Le titre pourrait laisser croire que le lecteur tient entre ses mains le dernier Guillaume Musso. Loupé ! Ne t’éloigne pas est le dernier opus d’Harlan Coben. Difficile de ne pas faire le parallèle entre cette machine à polars et les jumeaux de la lecture sentimentale que sont Marc Levy et Musso donc : jeu de titraille identique (Promets-moi, Juste un regard, Sans un adieu…), marketing massif (Harlan Coben poussant le bouchon jusqu’à faire lui-même la promotion de son site Internet en fin d’ouvrage, proposant au passage au quidam de voir son nom utilisé dans un futur roman en échange de dons à des œuvres caritatives !) et inévitable succès annuel. À tel point qu’Harlan Coben lui aussi a vu sa première œuvre, outre faire un carton, être adaptée au cinéma et, là-encore avec un large succès, par Guillaume Canet himself. Qui n’a pas entendu parler de Ne le dis à personne… ?

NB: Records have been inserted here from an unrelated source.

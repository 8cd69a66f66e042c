"""Limit states: what each mechanism predicts for a block of samples (pure, vectorised).

:func:`evaluate` runs every mechanism on a block of sampled inputs over samples x directions
x stages: first yield at the wall, effective-strength (TWC) sanding onset, tunnel collapse;
:func:`evaluate_compaction` the pore-collapse pressures; :func:`collapse_profile` the plastic
zone along the drawdown axis. :mod:`risk.assessment` calls them chunk by chunk.

Directions: an open hole is one direction (the well itself); a perforated well has one
direction per shot. The well-level critical drawdown of a sample is the smallest over its
directions (the first tunnel to fail).
"""

from __future__ import annotations

from collections.abc import Callable, Mapping
from dataclasses import dataclass, field
from typing import Any, Final

import numpy as np
from numpy.typing import NDArray
from scipy.optimize import elementwise

from risk.mechanics import cap, cavity, compaction, root, sanding, tip
from risk.mechanics import stresses as st
from risk.mechanics.criteria import StrengthParameters, hoek_brown_rock_mass
from risk.mechanics.yield_onset import critical_wall_pressure
from risk.scenario import Scenario

Array = NDArray[np.float64]

__all__ = ["MECHANISMS", "DEFAULT_TWC_FACTOR", "MechanismResult", "CompactionResult",
           "physical_inputs", "depletion_paths", "evaluate", "evaluate_compaction",
           "collapse_profile", "cavity_radius", "PROFILE_SAMPLES", "PROFILE_POINTS",
           "water_factor"]

#: Mechanisms by result key, with the human name used in tables and the memo.
MECHANISMS: Final[dict[str, str]] = {
    "yield_onset": "Yield onset at the wall",
    "effective_strength_onset": "Effective-strength sanding onset (TWC)",
    "tunnel_collapse": "Tunnel collapse (critical plastic strain)",
    "pore_collapse": "Pore collapse under depletion",
}
DEFAULT_TWC_FACTOR: Final = 3.1  # Willson et al. (2002), SPE 78168, as quoted by Bellarby (2009)
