/// The drawing stress by each method, MPa.
#[derive(Debug, Clone, Copy, PartialEq, Serialize, Deserialize)]
pub struct DrawStresses {
    /// Ideal (homogeneous) work.
    pub ideal: f64,
    /// Ideal work over the efficiency; `None` without an efficiency.
    pub efficiency: Option<f64>,
    /// Sachs slab solution.
    pub sachs: f64,
    /// Siebel.
    pub siebel: f64,
    /// Sachs plus redundant work.
    pub redundant: f64,
    /// Avitzur upper bound.
    pub upper_bound: f64,
}

impl DrawStresses {
    /// The stress by `method` (MPa); `max` is the largest of sachs, siebel,
    /// redundant and upper-bound.
    pub fn get(&self, method: Method) -> Result<f64, PassError> {
        Ok(match method {
            Method::Ideal => self.ideal,
            Method::Efficiency => self.efficiency.ok_or(PassError::MissingEfficiency)?,
            Method::Sachs => self.sachs,
            Method::Siebel => self.siebel,
            Method::Redundant => self.redundant,
            Method::UpperBound => self.upper_bound,
            Method::Max => self
                .sachs
                .max(self.siebel)
                .max(self.redundant)
                .max(self.upper_bound),
        })
    }
}

/// Everything one pass gives that does not depend on line speed.
#[derive(Debug, Clone, Copy, PartialEq, Serialize)]
pub struct PassMechanics {
    /// Entry diameter, mm.
    pub entry_diameter_mm: f64,
    /// Exit diameter (the die size), mm.
    pub exit_diameter_mm: f64,
    /// Fractional area reduction `1 - (D1/D0)^2`.
    pub area_reduction: f64,
    /// Elongation (length ratio) `A0/A1`.
    pub elongation: f64,
    /// Pass true strain `2 ln(D0/D1)`.
    pub pass_strain: f64,
    /// Accumulated strain at entry.
    pub strain_before: f64,
    /// Accumulated strain at exit.
    pub strain_after: f64,
    /// Deformation-zone shape `Delta = (alpha/r)(1 + sqrt(1-r))^2`.
    pub delta: f64,
    /// Redundant-work factor `Phi = 1 + C (Delta - 1)`, at least 1.
    pub redundant_factor: f64,
    /// Flow stress at entry, MPa.
    pub flow_stress_entry_mpa: f64,
    /// Flow stress at exit, MPa (what the drawn section can carry).
    pub flow_stress_exit_mpa: f64,
    /// Mean flow stress over the pass, MPa.
    pub mean_flow_stress_mpa: f64,
    /// Shear factor m used by the upper bound.
    pub friction_factor: f64,
    /// Whether m was derived from mu rather than given.
    pub friction_factor_derived: bool,
    /// Back tension, MPa.
    pub back_tension_mpa: f64,
    /// Drawing stress by each method, MPa.
    pub draw_stress_mpa: DrawStresses,
}
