/// CSV: one row per fit with every parameter key as a column (empty where a
/// law has none) and its `_std_error` beside it; like the check and design
/// CSVs, every row carries the caution in its last column, `caution` (a `#`
/// line is not CSV and many readers stop at it).
pub fn csv(r: &FitReport, _src: &Source) -> Result<String> {
    let mut w = csv::Writer::from_writer(Vec::new());
    let mut head: Vec<String> = [
        "law",
        "strain",
        "best",
        "points",
        "rms_mpa",
        "r2",
        "aic",
        "converged",
        "iterations",
        "uts_mpa",
        "stress_at_reach_mpa",
    ]
    .iter()
    .map(|s| s.to_string())
    .collect();
    for k in PARAM_KEYS {
        head.push(k.to_string());
        head.push(format!("{k}_std_error"));
    }
    head.push("caution".to_string());
    w.write_record(&head)?;
    let num = |v: Option<f64>| v.and_then(finite).map_or(String::new(), |x| x.to_string());
    for f in &r.fits {
        let o = fit_out(f);
        let mut row = vec![
            o.law.to_string(),
            o.strain.to_string(),
            (Some(f.law) == r.best).to_string(),
            o.points.to_string(),
            num(o.rms_mpa),
            num(o.r2),
            num(o.aic),
            o.converged.to_string(),
            o.iterations.to_string(),
            num(o.uts_mpa),
            num(o.stress_at_reach_mpa),
        ];
        for k in PARAM_KEYS {
            row.push(num(o.params.get(k).copied().flatten()));
            row.push(num(o.std_errors.get(k).copied().flatten()));
        }
        row.push(CAUTION.to_string());
        w.write_record(&row)?;
    }
    Ok(String::from_utf8(w.into_inner().context("writing CSV")?)?)
}

/// The chosen law as a `flow:` block a schedule file can paste under
/// `material:`, parameters to 6 significant figures, with comment lines
/// naming the record, the fitted range and the caution.
pub fn law_yaml(r: &FitReport, law: FitLaw, src: &Source) -> Result<String> {
    let fit = r
        .fit(law)
        .with_context(|| format!("the law '{law}' was not fitted to this record"))?;
    let flow = fit.flow_law.as_ref().with_context(|| {
        format!("the fitted '{law}' parameters are not a valid law for a schedule")
    })?;
    let rounded = round_law(flow)?;
    #[derive(Serialize)]
    struct Block<'a> {
        flow: &'a FlowLaw,
    }
    let mut out = String::new();
    let _ = writeln!(
        out,
        "# coldpass fit: {law}{} fitted to '{}' ({} points).",
        if Some(law) == r.best {
            " (best by AIC)"
        } else {
            ""
        },
        src.file,
        fit.points
    );
    let _ = writeln!(
        out,
        "# True plastic strain {} to {}; RMS {} MPa; R^2 {:.5}.",
        sig(r.strain_from(), 3),
        sig(r.strain_to(), 3),
        sig(fit.rms_mpa, 3),
        fit.r2
    );
    match r.reach_strain {
        Some(x) if x > r.strain_to() => {
            let _ = writeln!(
                out,
                "# A schedule reaching strain {} uses this law {:.1} times past the test: check it against drawn-wire strength.",
                sig(x, 3),
                x / r.strain_to()
            );
        }
        _ => {
            let _ = writeln!(
                out,
                "# Beyond strain {} this law is extrapolated: check it against drawn-wire strength.",
                sig(r.strain_to(), 3)
            );
        }
    }
    if law.is_total_strain_form() {
        let _ = writeln!(
            out,
            "# Written as `{}`: drawing neglects the elastic strain.",
            flow.name()
        );
    }
    let _ = writeln!(out, "# {CAUTION}");
    out.push_str(&serde_yaml::to_string(&Block { flow: &rounded })?);
    Ok(out)
}

/// The law with every number to 6 significant figures, validated again.
fn round_law(law: &FlowLaw) -> Result<FlowLaw> {
    let mut v = serde_yaml::to_value(law)?;
    if let serde_yaml::Value::Mapping(m) = &mut v {
        for (_, x) in m.iter_mut() {
            if let Some(f) = x.as_f64() {
                let r: f64 = sig(f, 6).parse().unwrap_or(f);
                *x = serde_yaml::Value::from(r);
            }
        }
    }
    serde_yaml::from_value(v).context("rounding the fitted law")
}

const COLOURS: [RGBColor; 8] = [
    RGBColor(120, 120, 120),
    RGBColor(140, 86, 75),
    RGBColor(31, 119, 180),
    RGBColor(255, 127, 14),
    RGBColor(44, 160, 44),
    RGBColor(214, 39, 40),
    RGBColor(148, 103, 189),
    RGBColor(23, 190, 207),
];

fn colour(law: FitLaw) -> RGBColor {
    let i = FitLaw::ALL.iter().position(|l| *l == law).unwrap_or(0);
    COLOURS[i % COLOURS.len()]
}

Il doit y avoir quelque chose de rassurant dans ces rendez-vous littéraires. À ne pas confondre pour autant : si le style d’Harlan Coben n’allumera aucune étincelle dans l’œil du poète, il lui faut reconnaître une certaine efficacité. L’enquête est ici celle d’un certain inspecteur Broome, perdu entre une disparition inexpliquée depuis de nombreuses années et le retour dans les bas fonds d’Atlantic City d’une ancienne strip-teaseuse devenue mère de famille idéale. Doucement mais sûrement se tissent des liens entre différents personnages que tout semblait pourtant opposer, autant d’êtres torturés, ambivalents, au passé lourd d’errances et de secrets. Difficile de ne pas en dire davantage sous peine de déflorer l’intrigue dont le tout dernier morceau surprendra les adeptes du genre. Impossible en revanche de ne pas évoquer un couple de barbares judicieusement prénommés Ken et Barbie.
« Funny games »
Le duo créé par Harlan Coben a beau tenir une place secondaire dans sa galerie de personnages, il est particulièrement bien ficelé psychologiquement. Ces deux jeunes gens, si beaux et sains d’apparence, sont en réalité deux assoiffés de sang. On les visualise aussi bien qu’on les craint et ce sont véritablement eux qui sont à l'origine des nuits blanches vendues en quatrième de couverture. Leur truc : la torture. Exactement comme l’autre duo que Michael Haneke est allé chercher en enfer pour les bienfaits du film « Funny Games », Ken et Barbie s’attacheront à ne laisser personne s’en sortir indemne une fois qu’ils auront coincé leur pied dans la porte d’entrée. Ils ont l’odeur de la terreur et le goût de la mise en scène. Même leur parcours personnel et leur relation fusionnelle s’avèrent captivantes et apporteront à un livre disons passable la petite touche d’irrévérence qui le sauvera, la couleur noire qui justifiera le genre auquel il appartient. Car l’histoire n’est pas aussi haletante que celle qui a fait connaître Harlan Coben bien que ce dernier maîtrise tout à fait les codes du suspense, et jusqu’au bout. Un entre-deux idéal à l’approche des congés d’été.